Самого страшного зверя в Лесу Наара.
Оказалось, что именно со встречи волка и будущего Кагара, у последнего открылся тот самый дар, ставший предметом зависти и почета среди зеленокожих. Волк хотел позавтракать будущим великим шаманом… но тот как-то сумел заставить его не делать этого. Именно заставить, а не уговорить и не вымолить пощаду.
Так что все то время, которое юный орк отсутствовал дома, он провел с волками. Изучал их повадки, помогал стае, приютившей его, находить больше добычи. И конечно же он общался со своими новыми друзьями; хоть и не приручал — но, по крайней мере, приучал их к себе. Становился для них своим; да что там — он, «слабак», травимый в родном племени, стал для огромных хищников превыше даже вожака. Можно сказать, что волки относились к своему гостю как дети к отцу, а домашние питомцы — к любимому хозяину.
Все это орк, позднее нареченный Кагаром, рассказал уже потом. А прежде его внезапный приход лишь всполошил стойбище. Орки похватали топоры и палицы, дабы отправить в Страну Духов и самого паренька, и его странного «друга»… но их остановил тогдашний шаман племени. Довольно посредственный, но зело ушлый, этот старикан сразу понял, какую выгоду может извлечь племя от дружбы юнца-парии с волками. Племя… но в особенности, конечно, он сам.
Шаман вызвался взять Кагара к себе учеником, надеясь выведать у него секрет удивительной власти над лесными хищниками. Или на худой конец использовать эту власть в собственных целях. Но ничего у него не вышло. Во-первых юный ученик начал постигать свой дар семимильными шагами и в шаманском ремесле очень скоро превзошел учителя. А во-вторых сама затея хитрого, но не слишком умного старика в итоге закончилась для него плачевно.
Шаман был растерзан волками в первый же свой поход к ближайшему логову. С ним был и Кагар… однако его-то волки как раз и не тронули.
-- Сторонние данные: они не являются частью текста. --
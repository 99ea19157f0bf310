import "server-only";
import { RateLimiterMemory, RateLimiterRes } from "rate-limiter-flexible";
import { AppError } from "@/lib/errors";

/**
 * Brute-force limits (rate-limiter-flexible, in-process memory store: Barwright
 * runs one server process per deployment). Per account and per IP address.
 */
const limiters = {
  signInAccount: new RateLimiterMemory({ keyPrefix: "signin-acct", points: 5, duration: 15 * 60 }),
  signInIp: new RateLimiterMemory({ keyPrefix: "signin-ip", points: 50, duration: 15 * 60 }),
  resetAccount: new RateLimiterMemory({ keyPrefix: "reset-acct", points: 3, duration: 60 * 60 }),
  resetIp: new RateLimiterMemory({ keyPrefix: "reset-ip", points: 20, duration: 60 * 60 }),
} as const;

export type LimiterName = keyof typeof limiters;

function tooMany(res: RateLimiterRes): AppError {
  const minutes = Math.max(1, Math.ceil(res.msBeforeNext / 60_000));
  return new AppError("rate_limited", `Too many attempts. Wait ${minutes} minute${minutes === 1 ? "" : "s"} and try again.`);
}

/** Throws a rate_limited AppError when `key` has no attempts left; otherwise uses one. */
export async function consume(name: LimiterName, key: string): Promise<void> {
  try {
    await limiters[name].consume(key.toLowerCase());
  } catch (res) {
    if (res instanceof RateLimiterRes) throw tooMany(res);
    throw res;
  }
}

/** Throws when `key` is already blocked, without using an attempt. */
export async function ensureNotBlocked(name: LimiterName, key: string): Promise<void> {
  const res = await limiters[name].get(key.toLowerCase());
  if (res && res.remainingPoints <= 0 && res.msBeforeNext > 0) throw tooMany(res);
}

export async function reset(name: LimiterName, key: string): Promise<void> {
  await limiters[name].delete(key.toLowerCase());
}

/** The client's address as the server saw it (Next.js sets x-forwarded-for). */
export function clientIp(headers: Headers): string {
  return headers.get("x-forwarded-for")?.split(",")[0]?.trim() || headers.get("x-real-ip") || "unknown";
}
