import { hash, verify } from "@node-rs/argon2";

/**
 * argon2id with the OWASP Password Storage Cheat Sheet's minimum parameters:
 * 19 MiB memory, 2 iterations, parallelism 1.
 */
export const ARGON2_OPTIONS = {
  algorithm: 2, // Algorithm.Argon2id (const enum, inlined so isolatedModules is happy)
  memoryCost: 19_456,
  timeCost: 2,
  parallelism: 1,
  outputLen: 32,
} as const;

export function hashPassword(password: string): Promise<string> {
  return hash(password, ARGON2_OPTIONS);
}

export async function verifyPassword(passwordHash: string, password: string): Promise<boolean> {
  try {
    return await verify(passwordHash, password);
  } catch {
    return false;
  }
}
В то время как будущий шаман лишь безмолвно наблюдал за последними мгновениями жизни своего предшественника; не потворствуя терзающим его волкам — но и не возражая. Как будто и вправду был не против такой участи для наставника.
Так или иначе, но после того похода племя Кагара обрело самого юного шамана в своей истории. А может и в истории всего Зеленокожего Народа. Вот тогда-то бывший изгой впервые смог отведать приятный и соблазнительный вкус власти. А позднее — когда повзрослел и перерос некоторые юношеские заблуждения, он придумал способ эту власть приумножить. Проще говоря, решил сам воплотить задумку своего наставника; тем более что не было в ней на самом деле ничего сложного.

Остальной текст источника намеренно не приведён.